TASK DESCRIPTION
Return each line of the records below in which the string "plan" turns up.

THE RECORDS
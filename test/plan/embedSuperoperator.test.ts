import { describe, expect, it } from 'vitest';
import { krausToSuperoperator } from '../../src/linalg/superoperator.js';
import { identity, kron, maxAbsDiff, mul, type CMatrix } from '../../src/linalg/cmatrix.js';
import { composeEmbedded, composeEmbeddedBefore, embedSuperoperator } from '../../src/plan/embedSuperoperator.js';
import { superoperatorOfKraus } from '../../src/plan/instructionSuperoperator.js';
import { mulberry32, randomKraus } from '../engine/helpers.js';

/** SWAP of two qubits (common practice). */
const SWAP: CMatrix = { rows: 4, cols: 4, data: new Float64Array([1, 0, 0, 0, 0, 0, 0, 0, 0, 0, 0, 0, 1, 0, 0, 0, 0, 0, 1, 0, 0, 0, 0, 0, 0, 0, 0, 0, 0, 0, 1, 0]) };

describe('embedSuperoperator', () => {
  const rng = mulberry32(31);
  const kraus = randomKraus(rng, 2, 2);
  const s = krausToSuperoperator(kraus);

  it('on position 0 of 2 it is the superoperator of the Kraus set {K ⊗ I} (first factor most significant)', () => {
    const expected = krausToSuperoperator(kraus.map((k) => kron(k, identity(2))));
    expect(maxAbsDiff(embedSuperoperator(s, [0], 2), expected)).toBeLessThan(1e-15);
  });

  it('on position 1 of 2 it is the superoperator of {I ⊗ K}', () => {
    const expected = krausToSuperoperator(kraus.map((k) => kron(identity(2), k)));
    expect(maxAbsDiff(embedSuperoperator(s, [1], 2), expected)).toBeLessThan(1e-15);
  });

  it('a 2-qubit map listed in reverse order is the SWAP-conjugated map', () => {
    const k2 = randomKraus(rng, 4, 2);
    const swapped = krausToSuperoperator(k2.map((k) => mul(mul(SWAP, k), SWAP)));
    expect(maxAbsDiff(embedSuperoperator(krausToSuperoperator(k2), [1, 0], 2), swapped)).toBeLessThan(1e-14);
  });

  it('composeEmbedded(s, positions, k, g) = embed(s) · g', () => {
    const g = krausToSuperoperator(randomKraus(rng, 8, 2));
    for (const pos of [[0], [1], [2], [2, 0], [1, 2]]) {
      const sk = krausToSuperoperator(randomKraus(rng, 1 << pos.length, 2));
      expect(maxAbsDiff(composeEmbedded(sk, pos, 3, g), mul(embedSuperoperator(sk, pos, 3), g))).toBeLessThan(1e-14);
    }
  });
});

describe('composeEmbeddedBefore and superoperatorOfKraus', () => {
  const rng = mulberry32(32);
  it('composeEmbeddedBefore(g, s, positions, k) = g · embed(s)', () => {
    const g = krausToSuperoperator(randomKraus(rng, 8, 2));
    for (const pos of [[0], [2], [1, 0], [0, 2]]) {
      const sk = krausToSuperoperator(randomKraus(rng, 1 << pos.length, 3));
      expect(maxAbsDiff(composeEmbeddedBefore(g, sk, pos, 3), mul(g, embedSuperoperator(sk, pos, 3)))).toBeLessThan(1e-14);
    }
  });

  it('superoperatorOfKraus equals krausToSuperoperator (Σ conj(K) ⊗ K, column-stacking vec)', () => {
    for (const d of [2, 4, 8]) {
      const kraus = randomKraus(rng, d, 3);
      expect(maxAbsDiff(superoperatorOfKraus(kraus), krausToSuperoperator(kraus))).toBeLessThan(1e-15);
    }
  });
});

TASK RESPONSE
filename test/plan/embedSuperoperator.test.ts
import { composeEmbedded, composeEmbeddedBefore, embedSuperoperator } from '../../src/plan/embedSuperoperator.js';
import { superoperatorOfKraus } from '../../src/plan/instructionSuperoperator.js';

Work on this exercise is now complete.